General information
- Type: Heavy bomber
- National origin: France
- Manufacturer: Bréguet Aviation
- Status: Abandoned prototype
- Number built: 2

History
- First flight: 27 November 1947

= Bréguet 482 =

The Bréguet 482 was a French four-engined heavy bomber aircraft designed just prior to the outbreak of the Second World War with two prototypes nearing completion when Germany invaded France in 1940, one of which was flown after the end of the war as an experimental platform.

==Development and design==
In December 1936 the French Air Ministry issued a specification for a four-seat, twin-engined bomber, with Bréguet's initial design, the Bréguet 480 (or Bre. 480) to be powered with the specified 914 kW Gnome et Rhône 14L radial engines, intended to carry 1000 kg of bombs over a 2500 km radius of action. Gnome et Rhône abandoned the 14L however, so, after considering a version powered by two Hispano-Suiza 12Y V12 engines, Bréguet reworked the design as the Bréguet 482, with four 1007 kW Hispano-Suiza 12Z engines, with an order for two prototypes placed by the French Air Ministry on 12 May 1938.
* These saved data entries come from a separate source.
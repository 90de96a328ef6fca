using LoadWatch.Quality;
using LoadWatch.Stimulus;

namespace LoadWatch.Activities;

/// <summary>What a user may set of the computation, each at its default.</summary>
public sealed record ComputationSettings
{
    /// <summary>Share of the sampled time that must hold a usable reading before a channel gives a load or a stimulus, 0 to 1. A
    /// choice.</summary>
    public double UsableShareWanted { get; init; } = 0.5;

    /// <summary>From when on a reading is none.</summary>
    public QualityLimits Quality { get; init; } = new();

    /// <summary>Equations and those of their constants that are from memory.</summary>
    public EquationChoices Equations { get; init; } = new();

    /// <summary>Inner bounds of the heart-rate zones as fractions of heart-rate reserve where thresholds are not anchored (ACSM classes,
    /// Garber 2011).</summary>
    public IReadOnlyList<double> HeartRateReserveBounds { get; init; } = [0.30, 0.40, 0.60, 0.90];

    /// <summary>Inner bounds of the power zones as fractions of critical power. A choice.</summary>
    public IReadOnlyList<double> PowerBounds { get; init; } = [0.65, 0.85, 1.00, 1.15];

    /// <summary>Inner bounds of the speed zones, m/s. Common practice, no consensus (Gualtieri 2023).</summary>
    public IReadOnlyList<double> SpeedBounds { get; init; } = [2, 4, 5.5, 7];

    /// <summary>Shares of the person's best speed from which distance counts apart, 0.5 to 1, rising. A choice.</summary>
    public IReadOnlyList<double> SpeedMaxShares { get; init; } = [0.8, 0.9];

    /// <summary>Body regions by exercise word in canonical form (<see cref="Recordings.ExerciseWord"/>). An exercise that is not here is asked for, not guessed.</summary>
    public IReadOnlyDictionary<string, IReadOnlyList<BodyRegion>> Exercises { get; init; } = DefaultRegions.Exercises;

    /// <summary>Body regions that endurance channels speak for, by sport name.</summary>
    public IReadOnlyDictionary<string, IReadOnlyList<BodyRegion>> Sports { get; init; } = DefaultRegions.Sports;
}
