using System.Globalization;
using System.Text;
using LoadWatch.Anchors;
using LoadWatch.Loads;
using LoadWatch.People;
using LoadWatch.Service.Configuration;
using LoadWatch.Service.Export;
using LoadWatch.Service.Pipeline;
using LoadWatch.Storage;
using NodaTime;

namespace LoadWatch.Service.Explain;

/// <summary>One reference value of a person: which one holds on a date, which others there are, what own sessions show, and what rests on it.</summary>
public static class AnchorExplanation
{
    /// <summary>Null where the person or the kind is unknown.</summary>
    /// <param name="date">Null: the last computed day, or without any the first date of all that the value may hold on.</param>
    public static string? Of(WorkingConfiguration configuration, StoreSession session, string person, string kind, LocalDate? date)
    {
        if (!configuration.People.TryGetValue(person, out var known) || Kind(kind) is not { } info)
        {
            return null;
        }

        var basis = TableBasis.Of(configuration, session);
        var book = basis.AnchorsOf(known);
        var all = book.Of(known.Id).Where(anchor => anchor.Kind == info.Kind).ToList();
        var on = date ?? LastDay.Of(session, known.Id)?.Date ?? all.Max(anchor => anchor.Date) ?? LocalDate.MinIsoValue;
        var text = new StringBuilder();
        text.AppendLine(CultureInfo.InvariantCulture, $"{OneLine.Of(known.Name)}, {info.Name} ({ReferenceWords.Of(info.Kind)}){(on == LocalDate.MinIsoValue ? "" : $" on {Words.Date(on)}")}");
        AppendHolding(text, known, book, info.Kind, all, on);
        var observed = basis.ObservedOf(known).Where(one => one.Kind == info.Kind).ToList();
        AppendObserved(text, basis, known, observed, on);
        TrialText.Append(text, session, known, info.Kind, observed, on);
        text.AppendLine(CultureInfo.InvariantCulture, $"    plausible from {info.Lowest.ToString("0.###", CultureInfo.InvariantCulture)} to {AnchorText.Value(info.Highest, info.Kind)}; a measured value goes before one from own sessions, that before one by an equation");
        text.AppendLine(CultureInfo.InvariantCulture, $"    rests on it: {RestsOn(info.Kind)}");
        return text.ToString();
    }

    /// <summary>The kind of a name as <c>anchors.csv</c> writes it, or null.</summary>
    public static AnchorKindInfo? Kind(string name) => AnchorKinds.All.FirstOrDefault(kind => kind.Name == name);

    private static void AppendHolding(StringBuilder text, Person person, AnchorBook book, AnchorKind kind, List<Anchor> all, LocalDate on)
    {
        var readings = Readings(person, book, kind, all, on);
        foreach (var same in all.GroupBy(anchor => (anchor.Sport, anchor.Exercise, anchor.Machine)).OrderBy(same => $"{same.Key}", StringComparer.Ordinal))
        {
            var held = Held(book, same.First(), on);
            foreach (var anchor in same.OrderByDescending(anchor => readings.Exists(reading => reading.Maximum == anchor)).ThenByDescending(anchor => anchor == held).ThenByDescending(anchor => anchor.Date))
            {
                var use = anchor.Date > on ? "not yet" : Use(anchor, held, readings);
                text.AppendLine(CultureInfo.InvariantCulture, $"    {use}: {AnchorText.Of(anchor.Source == AnchorSource.Observed ? anchor with { Note = null } : anchor)}{(AnchorText.Error(anchor) is { } error ? $"; taken to be within {error}" : "")}");
            }
        }

        if (all.Exists(anchor => anchor.Date is null || anchor.Date <= on))
        {
            return;
        }

        var byAge = kind == AnchorKind.HeartRateMax && on > LocalDate.MinIsoValue ? AnchorText.ByAge(person, on, book.HeartRateMaxEquation) : null;
        text.AppendLine(CultureInfo.InvariantCulture, $"    {(byAge is null ? "none holds" : $"none is stated; holds: {byAge}")}");
    }

    /// <summary>Those of every sport that the person has a value for; nothing of a kind that holds whatever its age.</summary>
    private static List<MaximumReading> Readings(Person person, AnchorBook book, AnchorKind kind, List<Anchor> all, LocalDate on) => kind switch
    {
        AnchorKind.PowerMax =>
        [
            .. book.Of(person.Id)
                .Where(anchor => anchor.Kind is AnchorKind.PowerMax or AnchorKind.CriticalPower)
                .Select(anchor => anchor.Sport ?? "cycling").Distinct(StringComparer.Ordinal)
                .Select(sport => MaximumReading.OfPower(book, on, person.Id, Recordings.Sport.Parse(sport))),
        ],
        AnchorKind.SpeedMax when all.Count > 0 => [MaximumReading.OfSpeed(book, on, person.Id)],
        _ => [],
    };

    private static string Use(Anchor anchor, Anchor? held, List<MaximumReading> readings)
    {
        if (readings.Count == 0 || readings.Exists(reading => reading.Maximum == anchor))
        {
            return readings.Count > 0 || anchor == held ? "holds" : "not used";
        }

        var why = $"not read for the stimulus ({string.Join("; ", readings.Select(reading => reading.WhyNot(anchor)).Distinct(StringComparer.Ordinal))})";
        return anchor == held && anchor.Kind == AnchorKind.SpeedMax ? $"holds for shares of the best speed, {why}" : why;
    }

    private static Anchor? Held(AnchorBook book, Anchor one, LocalDate on) => one.Sport is { } sport
        ? book.On(on, one.Person, one.Kind, Recordings.Sport.Parse(sport))
        : book.On(on, one.Person, one.Kind, one.Exercise, one.Machine);

    private static void AppendObserved(StringBuilder text, TableBasis basis, Person person, List<ObservedAnchor> observed, LocalDate on)
    {
        foreach (var one in observed)
        {
            var stands = one.From <= on && !observed.Exists(other => other.Of == one.Of && other.From > one.From && other.From <= on);
            text.AppendLine(CultureInfo.InvariantCulture, $"    from own sessions of the 12 months before {Words.Date(one.From)}: {AnchorText.Value(one.Value, one.Kind)} within {AnchorText.Value(one.Error, one.Kind)}, last shown on {Words.Date(one.ShownOn)}: {OneLine.Of(one.Basis)}{(stands ? AnchorText.Age(one, on) : "")}");
        }

        ReferenceExplanation.AppendContradictions(text, on, observed, basis.StatedOf(person));
    }

    private static string RestsOn(AnchorKind kind) => kind switch
    {
        AnchorKind.HeartRateRest => "training impulse, zones of heart-rate reserve, stimulus by heart rate",
        AnchorKind.HeartRateMax => "training impulse, loads by zones of the maximum, zones of heart-rate reserve, stimulus by heart rate",
        AnchorKind.HeartRateVt1 => "load by ventilatory thresholds, zones of heart rate",
        AnchorKind.HeartRateVt2 => "load by ventilatory thresholds, zones of heart rate, stimulus by heart rate",
        AnchorKind.TrimpWeight or AnchorKind.TrimpExponent => "training impulse of own weighting",
        AnchorKind.CriticalPower => "zones of power, stimulus by power",
        AnchorKind.WPrime => "stimulus by power: what is left above critical power",
        AnchorKind.PowerMax => "stimulus by power: hard bouts and the largest class",
        AnchorKind.CriticalSpeed => "stimulus by speed on foot",
        AnchorKind.DPrime => "stimulus by speed on foot: what is left above critical speed",
        AnchorKind.SpeedMax => "stimulus by speed on foot: hard bouts and the largest class; shares of the best speed",
        AnchorKind.OneRepetitionMax => "stimulus by sets",
        AnchorKind.BodyMass => "minutes of moderate and vigorous effort on a bicycle by power; sit-to-stand power in W",
        AnchorKind.Height => "sit-to-stand power",
        _ => "nothing that is computed of sessions",
    };
}
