using LoadWatch.Recordings;
using NodaTime;

namespace LoadWatch.Activities;

/// <summary>One activity before it is computed: its recordings, what each of them gives, and the session that they make together.</summary>
/// <param name="Contributions">The winner's first, the others richest first.</param>
public sealed record SessionPlan(RecordingSummary Winner, SessionFrame Frame, IReadOnlyList<Contribution> Contributions)
{
    /// <summary>The recordings without which the activity cannot be computed.</summary>
    public IEnumerable<string> Givers => Contributions.Where(one => one.Role is ContributionRole.Wins or ContributionRole.Gives).Select(one => one.Key);

    public bool IsAs(SessionFrame frame, IReadOnlyList<Contribution> contributions) => Frame == frame && AreAs(Contributions, contributions);

    /// <summary>Whether the same values come of it, whatever else became of recordings that give nothing.</summary>
    public bool GivesAs(SessionFrame frame, IReadOnlyList<Contribution> contributions) =>
        Frame == frame && AreAs(Bearing(Contributions), Bearing(contributions));

    private static List<Contribution> Bearing(IReadOnlyList<Contribution> contributions) =>
        [.. contributions.Where(one => one.Role is ContributionRole.Wins or ContributionRole.Gives or ContributionRole.Unreadable)];

    private static bool AreAs(IReadOnlyList<Contribution> some, IReadOnlyList<Contribution> others) =>
        some.Count == others.Count && some.Zip(others).All(pair => pair.First.IsAs(pair.Second));
}

/// <summary>What the recordings of one activity say of the session as a whole.</summary>
/// <param name="Start">Of the unbroken stretch in which the winner starts.</param>
/// <param name="ElapsedSeconds">As the winner states it; where others run beyond it, the length of all together.</param>
/// <param name="TimerSeconds">As the winner states it, and what others run beyond it; null where it is not stated or the winner was cut.</param>
/// <param name="DistanceMetres">As the session states it; null where no recording states that of this activity.</param>
public sealed record SessionFrame(Instant Start, double? ElapsedSeconds, double? TimerSeconds, Sport Sport, int Sets, double? DistanceMetres)
{
    /// <summary>That of a recording that is an activity by itself.</summary>
    public static SessionFrame Of(RecordingSummary alone) =>
        new(alone.Start, alone.ElapsedSeconds, alone.TimerSeconds, alone.Sport, alone.Sets, alone.DistanceMetres);
}
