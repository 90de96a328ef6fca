using LoadWatch.Alerts;
using LoadWatch.Service.Export;

namespace LoadWatch.Service.Explain;

/// <summary>What stands beside an alert's state, in words.</summary>
internal static class AlertWords
{
    /// <summary>When it was raised; both dates where it was raised again since.</summary>
    public static string Since(Alert alert) => alert.StandsSince == alert.Raised
        ? $"raised {Words.Date(alert.Raised)}"
        : $"raised {Words.Date(alert.Raised)}, again {Words.Date(alert.StandsSince)}";

    /// <summary>Behind the state; empty where it is told, or was.</summary>
    public static string Aside(Alert alert)
    {
        var shelved = alert.ShelvedUntil is { } until ? $", shelved until {Words.Date(until)}" : "";
        return alert.Watch == AlertWatch.Watched ? shelved : $"{shelved}, {Words.Of(alert.Watch).Replace('_', ' ')}";
    }
}
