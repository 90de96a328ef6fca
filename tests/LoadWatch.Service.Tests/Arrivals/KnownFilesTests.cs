using LoadWatch.Service.Arrivals;
using Inbox = LoadWatch.Service.Configuration.Inbox;
using TakeMode = LoadWatch.Service.Configuration.TakeMode;
using LoadWatch.Service.Tests.Pipeline;
using LoadWatch.Storage.Files;

namespace LoadWatch.Service.Tests.Arrivals;

public sealed class KnownFilesTests : IDisposable
{
    private readonly WorkingFolder folder = new();
    private readonly KnownFiles known = new();

    public void Dispose() => folder.Dispose();

    [Fact]
    public void WhatTheStoreSaysIsKnownAndAnyOtherStampIsNot()
    {
        var full = folder.Put("anna/ride.fit", Some.Fit(Some.Yesterday));
        folder.Sweep();
        var stamp = SafeFile.StampOf(full)!;
        var inbox = OfInbox();

        Assert.True(inbox.Has("anna/ride.fit", stamp));
        Assert.False(inbox.Has("anna/ride2.fit", stamp));
        Assert.False(inbox.Has("anna/ride.fit", stamp with { Size = stamp.Size + 1 }));
        Assert.False(inbox.Has("anna/ride.fit", stamp with { ModifiedUnixMs = stamp.ModifiedUnixMs + 1 }));
        Assert.False(inbox.Has("anna/ride.fit", stamp with { FileId = stamp.FileId + "0" }));
    }

    [Fact]
    public void AFileThatComesBackAsItWasBeforeIsLookedInto()
    {
        var inbox = OfInbox();
        var file = new FoundFile(new Inbox("inbox", folder.Inbox, TakeMode.Leave), "ride.fit", "");
        known.Add(file, new FileStamp(1, 2, "3"));
        known.Add(file, new FileStamp(4, 5, "6"));

        Assert.True(inbox.Has("ride.fit", new FileStamp(4, 5, "6")));
        Assert.False(inbox.Has("ride.fit", new FileStamp(1, 2, "3")));
        known.Forget("inbox", "ride.fit");
        Assert.False(inbox.Has("ride.fit", new FileStamp(4, 5, "6")));
    }

    [Theory]
    [InlineData("ride.fit", true)]
    [InlineData(".hidden.fit", false)]
    [InlineData("~$lock.csv", false)]
    [InlineData("ride.fit.PART", false)]
    [InlineData("ride.tmp", false)]
    [InlineData("tmp", true)]
    public void NamesOfCopiesUnderWayAreTold(string name, bool isFinished) => Assert.Equal(isFinished, InboxScan.IsFinished(name));

    [Fact]
    public void PathsBelowAnInboxAreThoseThatSightingsHave()
    {
        folder.Put("a/b/c d.fit", [1]);
        folder.Put("ä.fit", [1]);
        folder.Put(".hidden/x.fit", [1]);
        folder.Put(new string('n', 200) + ".fit", [1]);
        var seen = new List<(string Path, string Full)>();

        Assert.True(InboxScan.TryEach(new Inbox("inbox", folder.Inbox, TakeMode.Leave), (path, full) => seen.Add((path.ToString(), full.ToString()))));

        Assert.Equal(["a/b/c d.fit", new string('n', 200) + ".fit", "ä.fit"], seen.Select(one => one.Path).Order(StringComparer.Ordinal));
        Assert.All(seen, one => Assert.Equal(Path.GetFullPath(Path.Combine(folder.Inbox, one.Path)), one.Full));
        Assert.All(seen, one => Assert.Equal(SafeFile.StampOf(one.Full), SafeFile.StampOf(one.Full.AsSpan())));
        Assert.False(InboxScan.TryEach(new Inbox("gone", Path.Combine(folder.Root, "gone"), TakeMode.Leave), (_, _) => { }));
    }

    private KnownInbox OfInbox() => folder.Read((workplace, _) => known.Of("inbox", workplace.Store));
}
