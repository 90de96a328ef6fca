using System.Globalization;
using LoadWatch.Loads;
using LoadWatch.People;
using LoadWatch.Recordings;
using NodaTime;

namespace LoadWatch.Activities;

/// <summary>
/// Whether a recording can be its owner's: pods and straps are handed out and mixed up. All limits are choices, no published source; they
/// are wide, since a person may beat an old anchor.
/// </summary>
public static class Plausibility
{
    /// <summary>How many times the anchored top speed is too much.</summary>
    public const double TimesTopSpeed = 1.25;

    /// <summary>Only above it, m/s: a slow person's anchor is often from a slow day.</summary>
    public const double TopSpeedFrom = 9;

    /// <summary>How far above the measured maximum is too much, beats per minute.</summary>
    public const int AboveHeartRateMaxBpm = 15;

    /// <summary>The share of the time that must lie below, so that a few seconds of a bad contact decide nothing.</summary>
    public const double HeartRateShare = 0.995;

    /// <summary>
    /// Why the recording should be held, or null where it may be the person's own or no anchor says anything. Top speed: the highest held
    /// for 1 s, on foot and in team sports, against the anchor whatever its source. Heart rate: against a measured maximum only.
    /// </summary>
    /// <param name="recording">After the quality cuts, whatever share of it is left.</param>
    /// <param name="date">The recording's local date: anchors are taken as they hold on it.</param>
    public static string? Of(UsableRecording recording, Person person, AnchorBook anchors, LocalDate date) =>
        TooFast(recording, anchors.On(date, person.Id, AnchorKind.SpeedMax))
        ?? TooHigh(recording, anchors.On(date, person.Id, AnchorKind.HeartRateMax));

    private static string? TooFast(UsableRecording usable, Anchor? anchor)
    {
        if (anchor is null || !(usable.Recording.Sport.IsOnFoot || usable.Recording.Sport.IsTeamSport) || !usable.Channels.TryGetValue(Channel.Speed, out var speed))
        {
            return null;
        }

        return HeldForThree(speed) is { } top && top > TopSpeedFrom && top > TimesTopSpeed * anchor.Value
            ? string.Create(CultureInfo.InvariantCulture, $"top speed {top:0.0} m/s where {anchor.Value:0.0} m/s is the person's: of another person?")
            : null;
    }

    /// <summary>The top speed that three readings in a row show, at 1 s or more: one jump of a position decides nothing.</summary>
    private static double? HeldForThree(UsableChannel speed)
    {
        if (SpeedTop.MetresPerSecond(speed) is not { } top || speed.Count < 3)
        {
            return null;
        }

        var values = speed.Values;
        var three = 0.0;
        for (var at = 2; at < values.Length; at++)
        {
            three = Math.Max(three, Math.Min(values[at], Math.Min(values[at - 1], values[at - 2])));
        }

        return Math.Min(top, three);
    }

    private static string? TooHigh(UsableRecording usable, Anchor? anchor)
    {
        if (anchor is not { Source: AnchorSource.Measured } || !usable.Channels.TryGetValue(Channel.HeartRate, out var heartRate))
        {
            return null;
        }

        return High(heartRate) is { } bpm && bpm > anchor.Value + AboveHeartRateMaxBpm
            ? string.Create(CultureInfo.InvariantCulture, $"heart rate {bpm} bpm where {anchor.Value:0} bpm is the person's maximum: of another person?")
            : null;
    }

    /// <summary>The lowest heart rate that at least <see cref="HeartRateShare"/> of the time does not exceed; null without any time.</summary>
    private static int? High(UsableChannel heartRate)
    {
        var histogram = ChannelHistogram.Of(heartRate);
        var wanted = HeartRateShare * histogram.TotalMilliseconds;
        var below = 0L;
        foreach (var (bpm, milliseconds) in histogram.Bins)
        {
            below += milliseconds;
            if (below >= wanted)
            {
                return bpm;
            }
        }

        return null;
    }
}
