using LoadWatch.Recordings;

namespace LoadWatch.Activities;

/// <summary>A recording after the quality cuts, with the histograms of what is usable.</summary>
public sealed class UsableRecording
{
    private static readonly Channel[] Counted = [Channel.HeartRate, Channel.Power, Channel.Speed];

    private readonly double shareWanted;

    public UsableRecording(Recording recording, double shareWanted)
    {
        this.shareWanted = shareWanted;
        Recording = recording;
        var timeline = SampleTimeline.Of(recording.Samples.Times);
        Channels = UsableSamples.ChannelsOf(recording).ToDictionary(channel => channel, channel => UsableSamples.Of(recording, channel, timeline));
        Histograms = Counted
            .Where(channel => this[channel] is not null)
            .ToDictionary(channel => channel, channel => ChannelHistogram.Of(Channels[channel]));
    }

    public Recording Recording { get; }

    /// <summary>Every channel that the recording holds, usable or not.</summary>
    public IReadOnlyDictionary<Channel, UsableChannel> Channels { get; }

    /// <summary>Of heart rate, power and speed, where usable.</summary>
    public IReadOnlyDictionary<Channel, Histogram> Histograms { get; }

    /// <summary>The channel, or null where it was not recorded or too little of it is usable.</summary>
    public UsableChannel? this[Channel channel] =>
        Channels.TryGetValue(channel, out var found) && found.Count > 0 && found.Share >= shareWanted ? found : null;

    /// <summary>Channels that were recorded, but of which too little is usable.</summary>
    public IEnumerable<UsableChannel> TooLittle => Channels.Values.Where(channel => this[channel.Channel] is null);
}
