using LoadWatch.Recordings;

namespace LoadWatch.Activities;

/// <summary>
/// Which readings can be true at all, by channel. Wide on purpose: they cut sensor codes and nonsense, not hard work. Common practice, no
/// published source.
/// </summary>
public static class ChannelLimits
{
    /// <summary>No distance is larger, metres; a hostile one would overflow a sum.</summary>
    private const double Largest = 1e9;

    /// <summary>On foot nobody is faster, m/s; what is, is a jump of the position.</summary>
    private const double FastestOnFoot = 13;

    /// <summary>
    /// Heart rate 25 to 250 bpm (so 0, a lost contact, and 254, a code for none, are out); power 0 to 3000 W; speed 0 to 45 m/s, on foot and in team sports
    /// to 13 m/s; height above -500 m, a zero in a FIT file, up to 12,000 m, beyond which a height below the sea lies that was written without the
    /// zero point; every other channel up to 1e9, above or below 0.
    /// </summary>
    public static (double Least, double Most) Of(Channel channel, Sport sport) => channel switch
    {
        Channel.HeartRate => (25, 250),
        Channel.Power => (0, 3000),
        Channel.Speed => (0, sport.IsOnFoot || sport.IsTeamSport ? FastestOnFoot : 45),
        Channel.Altitude => (-499, 12_000),
        _ => (-Largest, Largest),
    };

    /// <summary>Whether a reading lies within its limits; never true for NaN or infinity.</summary>
    public static bool Usable(Channel channel, double value, Sport sport)
    {
        var (least, most) = Of(channel, sport);
        return value >= least && value <= most;
    }
}
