using NodaTime;

namespace LoadWatch.Activities;

/// <summary>One activity of recordings before rows join it.</summary>
/// <param name="Winner">The winning recording, with what all recordings of the activity together say of the session.</param>
/// <param name="LocalStart">Its start on the clock of the person's days (<see cref="People.PersonDay.Clock"/>): its date is the one that it counts for.</param>
public sealed record RecordedActivity(RecordingSummary Winner, LocalDateTime LocalStart, ActivityValues Values)
{
    /// <summary>Of all its recordings, whichever of them count.</summary>
    public IReadOnlyList<string> Sources { get; init; } = [Winner.Source];
}
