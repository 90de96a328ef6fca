using LoadWatch.Recordings;
using LoadWatch.Rows;
using LoadWatch.Stimulus;

namespace LoadWatch.Activities;

/// <summary>
/// What a session with table rows asked of each region. Logged sets are the whole work of their session, so they stand for the recording's regions, but
/// for those that power or speed saw better; they are never added. Declared content speaks only where no channel could see hard work.
/// </summary>
internal static class JoinedStimulus
{
    private const string Unseen = "nothing recorded it: logged sets or declared content would tell";

    /// <param name="log">What the logged sets of the session asked of each region, or null without any.</param>
    /// <param name="content">As declared, or null.</param>
    /// <returns>Legs first, and whether the content asks for a body region.</returns>
    public static (IReadOnlyList<RegionStimulus> Regions, bool IsRegionAsked) Of(
        RecordedActivity? recording, IReadOnlyList<RegionStimulus>? log, DeclaredContent? content, Sport sport, ComputationSettings settings)
    {
        var regions = SportRegions.Of(sport, settings.Sports) ?? (sport.IsTeamSport ? [BodyRegion.Legs] : null);
        var seen = Seen(recording?.Values.Stimulus, log, regions);
        if (content is not { } declared || seen.Any(region => region.SeesHardWork))
        {
            return (seen, false);
        }

        return DeclaredStimulus.IsHard(declared) && regions is null
            ? (seen, true)
            : (DeclaredStimulus.Of(declared, JoinWording.Word(declared), regions ?? BodyRegions.All, seen), false);
    }

    private static IReadOnlyList<RegionStimulus> Seen(
        IReadOnlyList<RegionStimulus>? recorded, IReadOnlyList<RegionStimulus>? log, IReadOnlyList<BodyRegion>? regions)
    {
        if (log is null)
        {
            return recorded ?? [.. (regions ?? BodyRegions.All).Select(region => EnduranceEstimate.Nothing.For(region, [Unseen]))];
        }

        var ofChannels = (recorded ?? []).Where(region => region.Channel is StimulusChannels.Power or StimulusChannels.Speed);
        return [.. log.Concat(ofChannels)
            .GroupBy(region => region.Region)
            .Select(region => region.OrderBy(one => one.Grade).First())
            .OrderBy(region => region.Region)];
    }
}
The Bréguet 482 was a mid-winged monoplane of all-metal construction, with a clean, low-drag, oval section monocoque fuselage, twin tails and a retractable tailwheel undercarriage. The planned defensive armament was a 20 mm Hispano-Suiza HS.404 cannon in a power-operated dorsal position, with a 7.5 mm machine gun in the nose and a further two machine guns in ventral mountings. Up to 2500 kg of bombs could be carried.

==Operational history==
Construction of the two prototypes was well advanced when Germany invaded France on 10 May 1940, and in late May the nearly complete prototypes were evacuated from Villacoublay near Paris, with the first prototype being sent to Bône in Algeria and the second to the Bréguet factory at Anglet, near Bayonne in the far south-west of France. The first prototype was destroyed in Algeria during a German air raid following the Allied invasion of French North Africa, but the second prototype remained untouched, despite the fact that Anglet was occupied by the Germans from 1940.

After the Germans had been driven out, Bréguet resumed work on the Br 482, and proposed to complete it with more powerful Hispano-Suiza 12Z engines and a heavier armament. The French Armée de l'Air had no requirement for it however, and it was decided to use the aircraft with some of the planned modifications as a research aircraft. It was flown for the first time in November 1947 and was used for various experiments, including testing of the 12Z engines.

==Variants==
- Bre 480
Original design, powered by two Gnome-et-Rhône 14L radial engines. Unbuilt.
- Bre 481
Proposed versions with two Hispano-Suiza 12Y engines and reduced wing area.
- Bre 481 B4
Planned bomber version of Bre 481. Unbuilt.
  - Bre 481 Raid
Planned long-range record aircraft with further reduced wing area.
- Bre 482 B4
Four-engined bomber powered by Hispano-Suiza 12Z engines.
- Bre 482 No 1
First prototype - destroyed 1942.
  - Br 482 No 2
Second prototype, completed 1947 as three-seat research aircraft.